[Records from a data source]
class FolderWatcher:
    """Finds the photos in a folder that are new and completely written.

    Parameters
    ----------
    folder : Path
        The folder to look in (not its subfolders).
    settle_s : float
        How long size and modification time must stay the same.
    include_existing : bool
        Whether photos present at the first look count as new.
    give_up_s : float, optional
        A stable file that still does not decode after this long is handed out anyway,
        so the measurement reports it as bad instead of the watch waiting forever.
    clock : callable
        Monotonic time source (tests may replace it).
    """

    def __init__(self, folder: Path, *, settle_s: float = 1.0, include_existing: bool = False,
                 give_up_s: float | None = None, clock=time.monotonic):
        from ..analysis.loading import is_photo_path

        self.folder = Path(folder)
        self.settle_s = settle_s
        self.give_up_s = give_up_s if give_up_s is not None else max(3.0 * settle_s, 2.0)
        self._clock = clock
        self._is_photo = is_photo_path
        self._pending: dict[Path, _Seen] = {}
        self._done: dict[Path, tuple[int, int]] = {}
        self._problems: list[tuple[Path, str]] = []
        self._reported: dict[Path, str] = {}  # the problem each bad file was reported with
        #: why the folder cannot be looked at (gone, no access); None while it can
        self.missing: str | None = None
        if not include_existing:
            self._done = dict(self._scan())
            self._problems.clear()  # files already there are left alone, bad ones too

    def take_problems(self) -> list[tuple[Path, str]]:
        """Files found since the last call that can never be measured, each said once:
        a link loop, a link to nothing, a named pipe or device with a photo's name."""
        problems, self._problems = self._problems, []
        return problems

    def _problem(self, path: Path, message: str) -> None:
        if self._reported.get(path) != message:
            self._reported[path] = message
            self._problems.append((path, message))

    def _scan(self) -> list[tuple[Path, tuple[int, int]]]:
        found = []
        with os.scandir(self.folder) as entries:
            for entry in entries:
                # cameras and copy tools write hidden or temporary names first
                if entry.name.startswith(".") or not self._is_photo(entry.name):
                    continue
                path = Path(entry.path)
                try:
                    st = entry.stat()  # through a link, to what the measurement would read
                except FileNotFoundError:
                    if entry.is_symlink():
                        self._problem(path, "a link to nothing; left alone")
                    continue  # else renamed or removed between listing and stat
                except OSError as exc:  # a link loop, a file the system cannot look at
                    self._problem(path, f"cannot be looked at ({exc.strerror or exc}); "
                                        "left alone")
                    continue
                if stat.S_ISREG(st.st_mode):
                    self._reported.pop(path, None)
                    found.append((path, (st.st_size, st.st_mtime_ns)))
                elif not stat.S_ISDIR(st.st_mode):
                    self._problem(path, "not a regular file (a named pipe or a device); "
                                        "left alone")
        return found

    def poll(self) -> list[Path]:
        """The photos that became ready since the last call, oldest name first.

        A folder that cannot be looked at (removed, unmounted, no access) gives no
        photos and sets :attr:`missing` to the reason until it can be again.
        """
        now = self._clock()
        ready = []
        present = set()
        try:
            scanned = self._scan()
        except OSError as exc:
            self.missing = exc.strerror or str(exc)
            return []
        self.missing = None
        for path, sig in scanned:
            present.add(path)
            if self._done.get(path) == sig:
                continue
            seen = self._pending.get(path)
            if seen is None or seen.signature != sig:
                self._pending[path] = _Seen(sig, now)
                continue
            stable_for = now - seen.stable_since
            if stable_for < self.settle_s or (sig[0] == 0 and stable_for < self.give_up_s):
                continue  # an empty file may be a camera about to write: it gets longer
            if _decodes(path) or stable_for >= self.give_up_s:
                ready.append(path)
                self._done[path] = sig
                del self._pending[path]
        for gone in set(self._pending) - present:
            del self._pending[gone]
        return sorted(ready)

* * *

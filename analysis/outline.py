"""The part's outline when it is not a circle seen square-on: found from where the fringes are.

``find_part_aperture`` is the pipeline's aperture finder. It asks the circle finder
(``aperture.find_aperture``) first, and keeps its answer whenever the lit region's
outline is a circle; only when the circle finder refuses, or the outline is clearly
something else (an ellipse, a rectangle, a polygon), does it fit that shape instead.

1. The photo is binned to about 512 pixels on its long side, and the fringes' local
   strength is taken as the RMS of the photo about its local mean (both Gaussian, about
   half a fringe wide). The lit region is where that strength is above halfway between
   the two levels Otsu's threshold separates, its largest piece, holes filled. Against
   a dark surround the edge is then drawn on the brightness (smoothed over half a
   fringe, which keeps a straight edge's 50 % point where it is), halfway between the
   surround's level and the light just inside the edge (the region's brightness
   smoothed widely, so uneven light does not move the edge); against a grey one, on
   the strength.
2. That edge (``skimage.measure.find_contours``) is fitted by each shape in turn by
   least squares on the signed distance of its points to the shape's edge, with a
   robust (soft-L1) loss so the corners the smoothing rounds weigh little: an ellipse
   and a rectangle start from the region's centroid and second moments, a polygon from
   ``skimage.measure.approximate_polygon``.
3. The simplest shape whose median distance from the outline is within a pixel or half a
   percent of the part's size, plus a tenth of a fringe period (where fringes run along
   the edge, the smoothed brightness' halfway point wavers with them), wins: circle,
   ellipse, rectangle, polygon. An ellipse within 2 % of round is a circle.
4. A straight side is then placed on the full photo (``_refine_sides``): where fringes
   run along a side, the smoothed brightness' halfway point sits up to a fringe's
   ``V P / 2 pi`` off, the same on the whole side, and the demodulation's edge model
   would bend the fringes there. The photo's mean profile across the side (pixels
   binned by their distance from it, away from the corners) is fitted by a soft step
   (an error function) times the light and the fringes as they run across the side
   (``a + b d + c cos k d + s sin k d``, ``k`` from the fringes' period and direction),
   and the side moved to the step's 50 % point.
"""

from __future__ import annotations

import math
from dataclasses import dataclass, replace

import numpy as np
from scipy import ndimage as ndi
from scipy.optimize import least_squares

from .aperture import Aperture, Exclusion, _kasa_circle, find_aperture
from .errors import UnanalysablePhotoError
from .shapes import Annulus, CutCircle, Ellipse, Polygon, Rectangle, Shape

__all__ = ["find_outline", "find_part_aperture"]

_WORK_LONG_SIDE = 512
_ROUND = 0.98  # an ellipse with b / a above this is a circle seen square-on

EXERCISE DETAILS: Your task is to collect every line above that contains the word "present".

RESULT OF THE TASK:
        Whether photos present at the first look count as new.
        present = set()
            present.add(path)
        for gone in set(self._pending) - present:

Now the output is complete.